It also targeted Hong Kong-based Farwell Canyon HK Limited and Shekufei International Trading Co., Limited to facilitate such sales for shipment to buyers in East Asia.

The Treasury accused PGPICC of using it to raise millions of dollars in revenue, along with the bank accounts of Hong Kong and Malaysia-based PZNFR Trading Limited.

Separately, the State Department has accused Singapore-based Pioneer Ship Management PTE LTD and Hong Kong-based Golden Warrior Shipping, Co. for allegedly manipulating a ship carrying Iranian oil products. Ltd., for alleged transactions involving Iranian oil and petroleum products.

Actions freeze US-based assets and often prevent Americans from dealing with them. Others who engage in certain transactions with targeted firms are also at risk of being sanctioned.

The steps represent the third round of US sanctions on Iran against Chinese firms in the past two months.

Since taking office in 2021, U.S. President Joe Biden has been reluctant to impose sanctions on Chinese entities that trade oil with Iran, amid hopes of securing a deal to revive the 2015 Iran nuclear deal.

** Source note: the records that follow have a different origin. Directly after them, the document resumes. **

package org.polebench.linalg;

/**
 * Real LU factorisation with partial pivoting, PA = LU, by right-looking Gaussian elimination
 * that skips zero multipliers and zero entries of the pivot row (Golub and Van Loan, Matrix
 * Computations, 4th ed., algorithm 3.4.1): an MNA matrix is mostly zeros, and a unit source's
 * right-hand side has one non-zero, so most of the dense work is multiplying by zero. The pivot
 * rule and singularity test are those of Commons Math's {@code LUDecomposition}: the first
 * largest entry of the column, singular when its magnitude is below an absolute threshold; the
 * factors agree with that class's to round-off. Shared by the DC bias solve here and the
 * small-signal MNA solves of the analysis package. Immutable after construction.
 *
 * <p>The factors sit in one array, row by row, and a pivot swaps row offsets, not entries, so
 * a row keeps its place in the array (the row of the original matrix) for good. The
 * elimination lists the non-zero entries of L column by column and of U row by row as it makes
 * them, and the substitutions run over those lists only: the same operations as the dense loops, less
 * the ones with a zero factor (a 17-unknown MNA matrix factors into about a hundred non-zeros
 * of the 272 off the diagonal).
 *
 * <p>Each method holds one loop over one row or column and leaves the next level to the one it
 * calls, and no outer loop runs an iteration whose inner range is empty: a tolerance spread
 * factors thousands of small matrices in a cold JVM, where a method whose single call runs
 * hundreds of loop iterations is compiled twice (once mid-loop, once whole), and a triangular
 * loop nest whose inner loop is empty at one end of the outer range makes HotSpot's compiled
 * code (profiled loop predication) fall back and compile again.
 */
public final class RealLu {
    private final int m;
    /** the factors: row r of L\U starts at {@code offset[r]}, which is {@code pivot[r]·m} */
    private final double[] lu;
    private final int[] offset;
    private final int[] pivot;
    /** τ of threshold pivoting; 0 for plain partial pivoting. */
    private final double diagonalPreference;
    private final boolean singular;
    /** per column c: the array rows (original rows) below the diagonal where L is non-zero */
    private final int[] lowerStart;
    private final int[] lowerRows;
    /** per row r: the columns of U right of the diagonal where U is non-zero, from the right */
    private final int[] upperStart;
    private final int[] upperColumns;

    /**
     * @param matrix             square; not changed
     * @param singularThreshold  an absolute pivot magnitude below which the matrix is singular
     */
    public RealLu(double[][] matrix, double singularThreshold) {
        this(matrix, singularThreshold, 0);
    }

    /**
     * Threshold partial pivoting: the diagonal entry stays the pivot while it is at least
     * {@code diagonalPreference} times the largest entry below it in its column, and partial
     * pivoting decides otherwise (Duff, Erisman and Reid, Direct Methods for Sparse Matrices,
     * 1986, 5.4; from memory). Growth is then bounded by (1 + 1/τ) per step instead of 2. Nodal
     * matrices want it: in a cascade of amplifying stages each transconductance exceeds the
     * conductances of its column, and partial pivoting, taking the transconductance's row,
     * shrinks every later pivot by the stage's gain, to 1e-18 of the largest entry after eight
     * stages of 35 dB, so that a fixed relative pivot test calls a regular matrix singular.
     *
     * @param matrix             square; not changed
     * @param singularThreshold  an absolute pivot magnitude below which the matrix is singular
     * @param diagonalPreference τ in (0, 1], or 0 for plain partial pivoting
     */
    public RealLu(double[][] matrix, double singularThreshold, double diagonalPreference) {
        this.diagonalPreference = diagonalPreference;
        m = matrix.length;
        lu = new double[m * m];
        offset = new int[m];
        pivot = new int[m];
        for (int row = 0; row < m; row++) {
            System.arraycopy(matrix[row], 0, lu, row * m, m);
            offset[row] = row * m;
            pivot[row] = row;
        }
        int capacity = m * (m - 1) / 2;
        lowerStart = new int[m + 1];
        lowerRows = new int[capacity];
        upperStart = new int[m + 1];
        upperColumns = new int[capacity];
        singular = !factor(singularThreshold);
    }

    private boolean factor(double singularThreshold) {
        int lower = 0;
        int upper = 0;
        for (int col = 0; col < m - 1; col++) {
            int max = largestBelow(col);
            if (diagonalPreference > 0
                    && Math.abs(lu[offset[col] + col]) >= diagonalPreference * Math.abs(lu[offset[max] + col])) {
                max = col;
            }
            if (Math.abs(lu[offset[max] + col]) < singularThreshold) {
                return false;
            }
            if (max != col) {
                int t = offset[max];
                offset[max] = offset[col];
                offset[col] = t;
                int p = pivot[max];
                pivot[max] = pivot[col];
                pivot[col] = p;
            }
            // the pivot row is final now: its non-zeros right of the diagonal are row col of U
            upperStart[col] = upper;
            upper = nonZeroAfter(col, upper);
            int count = upper - upperStart[col];
            lowerStart[col] = lower;
            if (count == 0) {
                // a pivot row empty after its diagonal changes nothing below but the multipliers
                lower = storeMultipliers(col, lower);
            } else {
                lower = eliminateBelow(col, upperStart[col], count, lower);
            }
        }
        if (m > 0) {
            lowerStart[m - 1] = lower;
            upperStart[m - 1] = upper;
        }
        lowerStart[m] = lower;
        upperStart[m] = upper;
        // the last pivot has no rows below it to eliminate
        return m == 0 || !(Math.abs(lu[offset[m - 1] + m - 1]) < singularThreshold);
    }

    /** @return the first row at or below {@code col} with the largest magnitude in column {@code col} */
    private int largestBelow(int col) {
        int max = col;
        double largest = Double.NEGATIVE_INFINITY;
        for (int row = col; row < m; row++) {
            double size = Math.abs(lu[offset[row] + col]);
            if (size > largest) {
                largest = size;
                max = row;
            }
        }
        return max;
    }

    /** @return the length of U's column list after the pivot row's non-zeros after {@code col} are appended */
    private int nonZeroAfter(int col, int upper) {
        // from the right, the order in which the back substitution takes them
        int start = offset[col];
        for (int j = m - 1; j > col; j--) {
            if (lu[start + j] != 0) {
                upperColumns[upper++] = j;
            }
        }
        return upper;
    }

    /** @return the length of the list of L's non-zeros after column col's are appended */
    private int eliminateBelow(int col, int first, int count, int lower) {
        int pivotStart = offset[col];
        double diagonal = lu[pivotStart + col];
        for (int row = col + 1; row < m; row++) {
            int start = offset[row];
            if (lu[start + col] != 0) {
                double multiplier = lu[start + col] / diagonal;
                lu[start + col] = multiplier;
                lowerRows[lower++] = pivot[row];
                subtractPivotRow(start, pivotStart, multiplier, first, count);
            }
        }
        return lower;
    }

    private void subtractPivotRow(int start, int pivotStart, double multiplier, int first, int count) {
        for (int n = first; n < first + count; n++) {
            int j = upperColumns[n];
            lu[start + j] -= multiplier * lu[pivotStart + j];
        }
    }

    private int storeMultipliers(int col, int lower) {
        double diagonal = lu[offset[col] + col];
        for (int row = col + 1; row < m; row++) {
            int at = offset[row] + col;
            if (lu[at] != 0) {
                lu[at] /= diagonal;
                lowerRows[lower++] = pivot[row];
            }
        }
        return lower;
    }

    public boolean isNonSingular() {
        return !singular;
    }

    /** @return x with A·x = b; b is not changed; only for a non-singular matrix */
    public double[] solve(double[] b) {
        if (singular) {
            throw new IllegalStateException("the matrix is singular");
        }
        // forward substitution by array row: row pivot[c] is the c-th of P·A
        double[] y = b.clone();
        for (int col = 0; col < m - 1; col++) {
            double yCol = y[pivot[col]];
            if (yCol != 0 && lowerStart[col] < lowerStart[col + 1]) {
                subtractLower(y, col, yCol);
            }
        }
        double[] x = new double[m];
        for (int row = 0; row < m; row++) {
            x[row] = y[pivot[row]];
        }
        // back substitution by rows of U, each row's terms from the right: the order in which
        // the column by column form subtracts them, so the sums are the same to the bit; the
        // last row has nothing right of its diagonal and stays out of the loop
        if (m > 0) {
            x[m - 1] /= lu[offset[m - 1] + m - 1];
        }
        for (int row = m - 2; row >= 0; row--) {
            if (upperStart[row] < upperStart[row + 1]) {
                x[row] = subtractUpper(x, row);
            }
            x[row] /= lu[offset[row] + row];
        }
        return x;
    }

    /** y[r] −= yCol·L[r][col] over the array rows r where L is non-zero below the diagonal */
    private void subtractLower(double[] y, int col, double yCol) {
        for (int e = lowerStart[col]; e < lowerStart[col + 1]; e++) {
            int row = lowerRows[e];
            y[row] -= yCol * lu[row * m + col];
        }
    }

    /** @return x[row] − Σ U[row][j]·x[j] over the non-zeros right of the diagonal, from the right */
    private double subtractUpper(double[] x, int row) {
        int start = offset[row];
        double sum = x[row];
        for (int e = upperStart[row]; e < upperStart[row + 1]; e++) {
            int j = upperColumns[e];
            sum -= x[j] * lu[start + j];
        }
        return sum;
    }

    private static void setColumn(double[][] matrix, int j, double[] column) {
        for (int i = 0; i < column.length; i++) {
            matrix[i][j] = column[i];
        }
    }

    /** @return A⁻¹, column by column with {@link #solve}; only for a non-singular matrix */
    public double[][] inverse() {
        double[][] inverse = new double[m][m];
        double[] unit = new double[m];
        for (int j = 0; j < m; j++) {
            unit[j] = 1;
            setColumn(inverse, j, solve(unit));
            unit[j] = 0;
        }
        return inverse;
    }
}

Efforts to revive the deal, in which Iran curbs its nuclear program in exchange for relief from US and other sanctions, have so far failed, prompting Washington to seek other ways to increase the pressure on Tehran.

“The United States continues to follow the path of diplomacy to ensure a mutual return to the full implementation of the Joint Comprehensive Plan of Action,” said Brian Nelson, Treasury’s Under-Secretary for Terrorism and Financial Intelligence, referring to 2015. agreement with the official name.

“Until Iran is ready to fully honor its commitments, we will continue to impose sanctions on the illegal sale of Iranian oil and petrochemical products,” he said.

Reacting to the new sanctions, Iran’s White House will respond “resolutely and resolutely” to the continuation of sanctions, Iranian Foreign Ministry spokesman Nasser Kanaani said.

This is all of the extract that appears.